Chinese-American girls' basketball teams

Mei Wahs (美華) refers to two separate Chinese-American girls' basketball teams dating from the 1930s. One team was in Los Angeles and the other existed in San Francisco. Both were located in their respective Chinatowns and attempted to use their achievements in basketball as a form of social capital in a land, which at the time, still codified discrimination in its laws. Most of the girls who joined the Mei Wah teams were teenagers, the daughters of first-generation immigrants who spoke Cantonese. This meant they came from low-income backgrounds, had to work in the service industry and barely lived above the poverty line. Few had hope to attend college or find suitable jobs after college. Translated literally, Mei Wah means "Chinese in America." As part of the wider trend in women's sports, the Mei Wahs stand out as among the notable programs in the early history of women's basketball. Their stories form part of the growing body of work regarding the history of Chinese Americans.

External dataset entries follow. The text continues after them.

import type {
  Bar,
  End,
  Joint,
  Material,
  PointLoad,
  Rig,
  Section,
  SectionShape,
} from '../../../../src-main/contract/rig'
import type { Line, LineNode, Span } from '../../../../src-main/engine/line/line'

/** Steel that gives round numbers: c = 5000 m/s. */
export const STEEL: Material = {
  name: 'steel',
  density: 8000,
  modulus: 200e9,
  poisson: 0.3,
  allowable: { tension: 400e6, compression: 500e6 },
  yield: null,
  hardening: null,
  hardeningRule: 'isotropic',
  viscosity: null,
  spall: null,
  fatigue: null,
  source: '',
}

export interface PlainSection {
  length: number
  /** One diameter, or those at both faces of a cone [m]. */
  diameter?: number | [number, number]
  bore?: number
  /** In place of the diameter: the area along s [m^2]. */
  area?: (s: number) => number
  kind?: SectionShape['kind']
  fillet?: number
  material?: Material
  name?: string
  cells?: number
  allowable?: Section['allowable']
}

export interface PlainBar {
  name?: string
  velocity?: number
  preload?: number
  sections: PlainSection[]
}

export interface PlainRig {
  bars: PlainBar[]
  joints?: Joint[]
  leftEnd?: End
  rightEnd?: End
  loads?: PointLoad[]
  dt?: number
  duration?: number
  factorOfSafety?: number
}

function makeShape(plain: PlainSection): SectionShape {
  const { diameter, area, bore = 0 } = plain
  if (area !== undefined) {
    const uniform = area(0) === area(0.3) && area(0) === area(1)
    const circle = (s: number) => Math.sqrt((4 * area(s)) / Math.PI)
    return {
      kind: plain.kind ?? 'area',
      uniform,
      round: plain.kind !== undefined,
      area,
      diameter: circle,
      bore: () => 0,
    }
  }
  const [from, to] = Array.isArray(diameter) ? diameter : [diameter!, diameter!]
  const width = (s: number) => (s === 1 ? to : from + (to - from) * s)
  return {
    kind: plain.kind ?? (from !== to ? 'cone' : bore > 0 ? 'tube' : 'cylinder'),
    uniform: from === to,
    round: true,
    area: (s) => (Math.PI / 4) * (width(s) ** 2 - bore ** 2),
    diameter: width,
    bore: () => bore,
  }
}

function makeBar(plain: PlainBar, index: number): Bar {
  return {
    name: plain.name ?? `bar ${index + 1}`,
    sections: plain.sections.map((each) => ({
      name: each.name ?? '',
      length: each.length,
      material: each.material ?? STEEL,
      shape: makeShape(each),
      fillet: each.fillet ?? null,
      allowable: each.allowable ?? (each.material ?? STEEL).allowable,
    })),
    velocity: () => plain.velocity ?? 0,
    uniformVelocity: plain.velocity ?? 0,
    displacement: null,
    preload: plain.preload ?? 0,
  }
}

/** A checked rig of plain parts, free at both ends unless told otherwise. */
export function makePlainRig(plain: PlainRig): Rig {
  return {
    title: 'plain',
    notes: '',
    bars: plain.bars.map(makeBar),
    joints: plain.joints ?? plain.bars.slice(1).map(() => ({ kind: 'contact', gap: 0 })),
    leftEnd: plain.leftEnd ?? { kind: 'free' },
    rightEnd: plain.rightEnd ?? { kind: 'free' },
    loads: plain.loads ?? [],
    gravity: 0,
    gauges: [],
    factorOfSafety: plain.factorOfSafety ?? 1,
    run: {
      duration: plain.duration ?? 1e-3,
      cell: null,
      timeStep: plain.dt ?? 1e-6,
      method: 'characteristics',
      finiteStrain: false,
      lateralInertia: false,
      bulkViscosity: false,
      spall: false,
    },
  }
}

/** A line cut by hand, one span per section, so that the answers are tested apart from the cutting. */
export function makePlainLine(plain: PlainRig): Line {
  const rig = makePlainRig(plain)
  const dt = plain.dt ?? 1e-6
  const spans: Span[] = []
  const nodes: LineNode[] = []
  const bars: Line['bars'] = []
  const rounding: Line['rounding'] = []
  let x = 0
  rig.bars.forEach((bar, b) => {
    const firstSpan = spans.length
    const from = x
    let mass = 0
    let travelTime = 0
    bar.sections.forEach((source, section) => {
      const speed = Math.sqrt(source.material.modulus / source.material.density)
      const tau = source.length / speed
      const cells = Math.max(1, Math.round(tau / dt))
      const kind = spans.length === 0 ? 'left-end' : section === 0 ? 'joint' : 'step'
      nodes.push({ kind, x, joint: kind === 'joint' ? b - 1 : -1, loads: [] })
      const area = Float64Array.from({ length: cells + 1 }, (_, p) => source.shape.area(p / cells))
      const perArea = source.material.density * speed
      const impedance = Float64Array.from(
        { length: cells },
        (_, p) => perArea * source.shape.area((p + 0.5) / cells),
      )
      const to = x + source.length
      const { uniform } = source.shape
      spans.push({
        bar: b,
        section,
        source,
        from: x,
        to,
        sFrom: 0,
        sTo: 1,
        cells,
        uniform,
        speed,
        impedance,
        area,
      })
      rounding.push({ bar: b, section, error: (cells * dt - tau) / tau })
      mass += impedance.reduce((sum, Z) => sum + Z * dt, 0)
      travelTime += tau
      x = to
    })
    bars.push({ name: bar.name, from, to: x, mass, travelTime, firstSpan, lastSpan: spans.length - 1 })
  })
  nodes.push({ kind: 'right-end', x, joint: -1, loads: [] })
  return {
    rig,
    dt,
    steps: Math.round((plain.duration ?? 1e-3) / dt),
    length: x,
    bars,
    spans,
    nodes,
    rounding,
  }
}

== San Francisco Mei Wahs ==
Competing in the women's city recreational league, the SF Mei Wahs found success by pushing an uptempo style game. The girls' teams also played other Chinese-American women's teams as well as pick-up games against males of their social group. For the most part, Chinese-American girls were unwelcome on school basketball teams; the hostility they faced spurred creation of their own teams. These athletes had to share facilities with the rest of the entire Chinese-American community in SF. At the time, one playground served the entirety of Chinatown, San Francisco. Nevertheless, the SF Mei Wahs captured their division title, two years in a row.
The Chinese-American community also had a male basketball team, named the Hong Wah Kues.

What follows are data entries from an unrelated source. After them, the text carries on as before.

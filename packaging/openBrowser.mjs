import { spawn } from 'node:child_process'
import { accessSync, constants } from 'node:fs'
import { delimiter, join } from 'node:path'

/** What opens an address on Linux, the desktop's own way first. */
const LINUX_OPENERS = [
  'xdg-open',
  'sensible-browser',
  'x-www-browser',
  'firefox',
  'chromium',
  'google-chrome',
]

/** Tells whether there is a screen to open a window on. */
export const hasScreen = (platform, env) =>
  platform !== 'linux' || Boolean(env.DISPLAY || env.WAYLAND_DISPLAY)

/**
 * Finds the command that opens an address in this machine's browser.
 *
 * @param platform - as in process.platform
 * @param env - as in process.env
 * @param isProgram - tells whether a file can be run
 * @returns the command and what stands before the address; null where there is no browser or no screen
 */
export function findOpener(platform, env, isProgram = canRun) {
  if (platform === 'darwin') return ['open']
  if (platform === 'win32') return ['rundll32', 'url.dll,FileProtocolHandler']
  if (!hasScreen(platform, env)) return null
  const folders = (env.PATH ?? '').split(delimiter).filter((folder) => folder !== '')
  const found = LINUX_OPENERS.find((name) => folders.some((folder) => isProgram(join(folder, name))))
  return found ? [found] : null
}

function canRun(file) {
  try {
    accessSync(file, constants.X_OK)
    return true
  } catch {
    return false
  }
}

/** Opens an address in this machine's browser; false where there is none. A browser that fails is let be. */
export function openBrowser(address) {
  const opener = findOpener(process.platform, process.env)
  if (opener === null) return false
  const [command, ...before] = opener
  spawn(command, [...before, address], { stdio: 'ignore', detached: true })
    .on('error', () => {})
    .unref()
  return true
}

== Los Angeles Mei Wahs ==
Currently the oldest and still functioning L.A.'s women's club for Chinese-Americans, the Mei Wah Club was founded in 1931. Ten girls founded the club around their mutual love for basketball. Eventually, the club became involved in fund raising efforts to help refugees in China fleeing the turmoil of the warlord era. The club's fund raising efforts continued after World War II. In addition to playing basketball, the Los Angeles Mei Wahs also formed the first all-Chinese girls' drum corps. Headed under David Soo Hoo, brother of community leader Peter Soo Hoo, the Mei Wah drum corps competed throughout Southern California, earning numerous awards. As of 1998, 14 members remained active, meeting bimonthly and continuing with their philanthropic efforts.

The LA Mei Wahs were also disadvantaged in height against their opponents and had to learn survival skills on the court. Along with the Lo Wah, the all-black Athena Athletic Club the Queen Esther Japanese and others, the Mei Wahs helped popularize amateur female sports in Los Angeles.

== Responding to Their Environment ==
When considering the work of Drs. Maxine Baca Zinn and Bonnie Thornton Dill, it can be argued the Mei Wahs responded to their environment in the vein of multiracial feminism. The Mei Wahs' formation was unique to their position in the Chinatown community as girls and people of color. At the time, there were far fewer sports for females than there were for males. Furthermore, as Chinese, the girls were subjected to discrimination and faced difficulty in finding jobs and gaining acceptance as female athletes.